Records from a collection
········

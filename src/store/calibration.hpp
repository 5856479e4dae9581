#pragma once
// Records of full balance calibrations (schema/003_calibration.sql): the per-balance calibration settings
// (append-only; the latest row is current) and the structure of each calibration run (environment, loads
// and the weights and certificates that made them up, where each reading belongs).
#include <SQLiteCpp/Database.h>

#include <map>
#include <optional>
#include <string>
#include <vector>

#include "core/dates.hpp"
#include "core/units.hpp"
#include "store/recorder.hpp"
#include "store/records.hpp"

namespace plumb::store {

struct CalibrationSettings {
  std::int64_t id = 0;
  std::string instrument_id;
  std::optional<std::string> accuracy_class;        ///< "I" .. "IIII"
  std::optional<ExactMass> verification_interval;   ///< e
  std::string tolerance = "r76";                    ///< r76 | usp41 | lab
  std::optional<ExactMass> lab_limit;
  std::optional<Decimal> lab_percent;
  std::string decision_rule = "simple";             ///< simple | guard-band
  Interval calibrate_every;
  Date effective_on;
  std::string created_at;
  std::string created_by;
};

struct CalibrationLoadWeight {
  std::string weight_id;
  std::int64_t weight_calibration_id = 0;
};

struct CalibrationLoad {
  std::string stage;  ///< as-found | as-left
  std::string part;   ///< repeatability | eccentricity | indication
  int load_no = 0;
  std::string combination;
  ExactMass nominal;
  ExactMass conventional;
  std::vector<CalibrationLoadWeight> weights;
};

struct CalibrationReadingPlace {
  int seq = 0;  ///< the reading's seq in `readings`
  std::string stage, part;
  int load_no = 0;
  std::optional<std::string> position, direction;
};

struct CalibrationRunDetails {
  std::int64_t run_id = 0;
  std::int64_t settings_id = 0;
  std::string model;
  std::optional<std::string> temperature_c, pressure_hpa, humidity_pct;
  std::string air_density_kg_m3, u_air_density, air_method;
  std::string as_found_state;
  std::optional<std::string> as_left_state;
  std::vector<CalibrationLoad> loads;
  std::vector<CalibrationReadingPlace> places;
};

/// The current settings of a balance (latest row), if any.
std::optional<CalibrationSettings> find_calibration_settings(SQLite::Database& db, const std::string& instrument_id);
/// The current settings of every balance that has any, by instrument id (one query, for lab-wide lists).
std::map<std::string, CalibrationSettings> all_current_calibration_settings(SQLite::Database& db);
/// Appends a settings row (superseding the previous one); returns its id.
std::int64_t add_calibration_settings(Recorder& rec, const CalibrationSettings& s);

/// Adds the calibration rows of run `details.run_id` to the run's group (see store::add_run).
void add_calibration_details(RowGroup& group, const CalibrationRunDetails& details);
std::optional<CalibrationRunDetails> find_calibration_details(SQLite::Database& db, std::int64_t run_id);

/// All certificates of a weight calibrated on or before `on`, oldest first (for the drift between them).
std::vector<WeightCalibration> weight_calibrations_until(SQLite::Database& db, const std::string& weight_id, Date on);

/// The latest non-superseded run of an instrument with (include = true) or without (false) `procedure`.
std::optional<RunRecord> latest_run_by_procedure(SQLite::Database& db, const std::string& instrument_id,
                                                 checks::Procedure procedure, bool include);

}  // namespace plumb::store
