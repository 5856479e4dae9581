#pragma once
// Proving the signed checkpoints against the trail: each signature with the lab's public key, each head hash
// against the chain as it stands, no checkpoint missing, no record after the last one, and an exported checkpoint
// (audit verify --since) still there unchanged. This is what catches a trail rewritten with its hashes recomputed.
#include <SQLiteCpp/Database.h>

#include <vector>

#include "store/audit_trail.hpp"

namespace plumb::store {

/// Adds the problems found to `out` (and its checkpoint count, last checkpoint and key fingerprint). One pass over
/// the checkpoints in order, each looked up in `records` by its count: constant memory per checkpoint.
void verify_checkpoints(SQLite::Database& db, const std::vector<AuditRecord>& records, const VerifyOptions& options,
                        AuditVerification& out);

}  // namespace plumb::store
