#include "store/signatures.hpp"

#include <SQLiteCpp/Statement.h>
#include <fmt/format.h>

#include "core/errors.hpp"

namespace plumb::store {
namespace {

constexpr const char* signature_select =
    "SELECT id, user_id, printed_name, signed_at, meaning, table_name, row_key, signed_sha256 FROM signatures";

std::vector<SignatureRecord> signatures_from(SQLite::Statement& q) {
  std::vector<SignatureRecord> out;
  while (q.executeStep())
    out.push_back({q.getColumn(0).getInt64(), q.getColumn(1).getInt64(), q.getColumn(2).getString(),
                   q.getColumn(3).getString(), q.getColumn(4).getString(), q.getColumn(5).getString(),
                   q.getColumn(6).getString(), q.getColumn(7).getString()});
  return out;
}

}  // namespace

std::optional<std::string> signed_content(SQLite::Database& db, const std::string& table, const std::string& row_key) {
  SQLite::Statement q(
      db,
      "SELECT after_json FROM audit_log WHERE table_name = ? AND row_key = ? AND after_json IS NOT NULL "
      "ORDER BY seq LIMIT 1");
  q.bind(1, table);
  q.bind(2, row_key);
  if (!q.executeStep()) return std::nullopt;
  return q.getColumn(0).getString();
}

SignatureRecord add_signature(Recorder& rec, SQLite::Database& db, const std::string& table, const std::string& row_key,
                              const std::string& meaning) {
  if (!rec.actor().user_id) throw StorageError("a signature needs an authenticated user.");
  const auto content = signed_content(db, table, row_key);
  if (!content)
    throw StorageError(fmt::format("{} {} is not in the audit trail; it cannot be signed.", table, row_key));
  SignatureRecord s;
  s.user_id = *rec.actor().user_id;
  s.printed_name = rec.actor().name;
  s.signed_at = rec.now();
  s.meaning = meaning;
  s.table_name = table;
  s.row_key = row_key;
  s.signed_sha256 = sha256_hex(*content);
  s.id = rec.insert("signatures",
                    {{"user_id", s.user_id},
                     {"printed_name", s.printed_name},
                     {"signed_at", s.signed_at},
                     {"meaning", s.meaning},
                     {"table_name", s.table_name},
                     {"row_key", s.row_key},
                     {"signed_sha256", s.signed_sha256}},
                    {"id"});
  return s;
}

std::vector<SignatureRecord> signatures_of(SQLite::Database& db, const std::string& table, const std::string& row_key) {
  SQLite::Statement q(db, std::string(signature_select) + " WHERE table_name = ? AND row_key = ? ORDER BY id");
  q.bind(1, table);
  q.bind(2, row_key);
  return signatures_from(q);
}

std::vector<SignatureRecord> all_signatures(SQLite::Database& db) {
  SQLite::Statement q(db, std::string(signature_select) + " ORDER BY id");
  return signatures_from(q);
}

}  // namespace plumb::store
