#include "store/users.hpp"

#include <SQLiteCpp/Statement.h>

namespace plumb::store {
namespace {

std::string account_column_text(const SQLite::Column& c) {
  return c.isNull() ? std::string() : c.getString();
}

constexpr const char* user_select = "SELECT id, login, full_name, created_at FROM users";

UserRecord user_from(SQLite::Statement& q) {
  return {q.getColumn(0).getInt64(), q.getColumn(1).getString(), q.getColumn(2).getString(),
          q.getColumn(3).getString()};
}

Value account_text_or_null(const std::string& s) {
  return s.empty() ? Value() : Value(s);
}

}  // namespace

std::optional<UserRecord> find_user_by_login(SQLite::Database& db, const std::string& login) {
  SQLite::Statement q(db, std::string(user_select) + " WHERE login = ?");
  q.bind(1, login);
  if (!q.executeStep()) return std::nullopt;
  return user_from(q);
}

std::optional<UserRecord> find_user(SQLite::Database& db, std::int64_t id) {
  SQLite::Statement q(db, std::string(user_select) + " WHERE id = ?");
  q.bind(1, id);
  if (!q.executeStep()) return std::nullopt;
  return user_from(q);
}

std::vector<UserRecord> all_users(SQLite::Database& db) {
  SQLite::Statement q(db, std::string(user_select) + " ORDER BY id");
  std::vector<UserRecord> out;
  while (q.executeStep()) out.push_back(user_from(q));
  return out;
}

std::int64_t count_users(SQLite::Database& db) {
  return db.execAndGet("SELECT count(*) FROM users").getInt64();
}

std::optional<std::int64_t> first_account_record(SQLite::Database& db) {
  // The first account's own record opens the era of accounts (the index on table_name finds it at once).
  const auto seq = db.execAndGet("SELECT min(seq) FROM audit_log WHERE table_name = 'users'");
  if (seq.isNull()) return std::nullopt;
  return seq.getInt64();
}

std::optional<PasswordRecord> current_password(SQLite::Database& db, std::int64_t user_id) {
  SQLite::Statement q(db,
                      "SELECT id, hash, must_change, set_at FROM passwords WHERE user_id = ? ORDER BY id DESC LIMIT 1");
  q.bind(1, user_id);
  if (!q.executeStep()) return std::nullopt;
  return PasswordRecord{q.getColumn(0).getInt64(), q.getColumn(1).getString(), q.getColumn(2).getInt() != 0,
                        q.getColumn(3).getString()};
}

std::vector<AccountEvent> account_events(SQLite::Database& db, std::int64_t user_id) {
  SQLite::Statement q(db,
                      "SELECT id, user_id, event, role, reason, at FROM account_events WHERE user_id = ? ORDER BY id");
  q.bind(1, user_id);
  std::vector<AccountEvent> out;
  while (q.executeStep())
    out.push_back({q.getColumn(0).getInt64(), q.getColumn(1).getInt64(), q.getColumn(2).getString(),
                   account_column_text(q.getColumn(3)), account_column_text(q.getColumn(4)),
                   q.getColumn(5).getString()});
  return out;
}

SecuritySettings security_settings(SQLite::Database& db) {
  SQLite::Statement q(db,
                      "SELECT min_password_length, max_failed_logins, idle_minutes, password_max_age_days, "
                      "password_hashing, set_at FROM security_settings ORDER BY id DESC LIMIT 1");
  SecuritySettings s;
  if (!q.executeStep()) return s;
  s.min_password_length = q.getColumn(0).getInt();
  s.max_failed_logins = q.getColumn(1).getInt();
  s.idle_minutes = q.getColumn(2).getInt();
  if (!q.getColumn(3).isNull()) s.password_max_age_days = q.getColumn(3).getInt();
  s.password_hashing = q.getColumn(4).getString();
  s.set_at = q.getColumn(5).getString();
  return s;
}

std::optional<SessionRecord> find_session_by_token_hash(SQLite::Database& db, const std::string& token_sha256) {
  SQLite::Statement q(db,
                      "SELECT s.id, s.user_id, s.opened_at, s.idle_minutes, e.ended_at, a.last_used_at FROM sessions s "
                      "LEFT JOIN session_ends e ON e.session_id = s.id "
                      "LEFT JOIN session_activity a ON a.session_id = s.id WHERE s.token_sha256 = ?");
  q.bind(1, token_sha256);
  if (!q.executeStep()) return std::nullopt;
  SessionRecord s;
  s.id = q.getColumn(0).getInt64();
  s.user_id = q.getColumn(1).getInt64();
  s.opened_at = q.getColumn(2).getString();
  s.idle_minutes = q.getColumn(3).getInt();
  if (!q.getColumn(4).isNull()) s.ended_at = q.getColumn(4).getString();
  s.used = !q.getColumn(5).isNull();
  s.last_used_at = s.used ? q.getColumn(5).getString() : s.opened_at;
  return s;
}

void touch_session(SQLite::Database& db, std::int64_t session_id, const std::string& at) {
  SQLite::Statement q(db,
                      "INSERT INTO session_activity (session_id, last_used_at) VALUES (?, ?) "
                      "ON CONFLICT (session_id) DO UPDATE SET last_used_at = excluded.last_used_at");
  q.bind(1, session_id);
  q.bind(2, at);
  q.exec();
}

std::int64_t add_user(Recorder& rec, const std::string& login, const std::string& full_name) {
  return rec.insert("users", {{"login", login}, {"full_name", full_name}, {"created_at", rec.now()}}, {"id"});
}

void add_password(Recorder& rec, std::int64_t user_id, const std::string& hash, bool must_change) {
  rec.insert("passwords",
             {{"user_id", user_id}, {"hash", hash}, {"must_change", must_change ? 1 : 0}, {"set_at", rec.now()}},
             {"id"});
}

void add_account_event(Recorder& rec, std::int64_t user_id, const std::string& event, const std::string& role,
                       const std::string& reason) {
  rec.insert("account_events",
             {{"user_id", user_id},
              {"event", event},
              {"role", account_text_or_null(role)},
              {"reason", account_text_or_null(reason)},
              {"at", rec.now()}},
             {"id"}, reason);
}

void add_security_settings(Recorder& rec, const SecuritySettings& s) {
  rec.insert("security_settings",
             {{"min_password_length", s.min_password_length},
              {"max_failed_logins", s.max_failed_logins},
              {"idle_minutes", s.idle_minutes},
              {"password_max_age_days", s.password_max_age_days},
              {"password_hashing", s.password_hashing},
              {"set_at", rec.now()}},
             {"id"});
}

std::int64_t add_session(Recorder& rec, std::int64_t user_id, const std::string& token_sha256, int idle_minutes) {
  return rec.insert(
      "sessions",
      {{"user_id", user_id}, {"token_sha256", token_sha256}, {"opened_at", rec.now()}, {"idle_minutes", idle_minutes}},
      {"id"});
}

void end_session(Recorder& rec, std::int64_t session_id, const std::string& why) {
  rec.insert("session_ends", {{"session_id", session_id}, {"ended_at", rec.now()}, {"why", why}}, {"session_id"});
}

std::optional<std::int64_t> writer_of(SQLite::Database& db, const std::string& table, const std::string& row_key) {
  SQLite::Statement q(db, "SELECT user_id FROM audit_log WHERE table_name = ? AND row_key = ? ORDER BY seq LIMIT 1");
  q.bind(1, table);
  q.bind(2, row_key);
  if (!q.executeStep() || q.getColumn(0).isNull()) return std::nullopt;
  return q.getColumn(0).getInt64();
}

}  // namespace plumb::store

········

What lines above contain the word "StorageError"? Return each such line.

Exercise response
  if (!rec.actor().user_id) throw StorageError("a signature needs an authenticated user.");
    throw StorageError(fmt::format("{} {} is not in the audit trail; it cannot be signed.", table, row_key));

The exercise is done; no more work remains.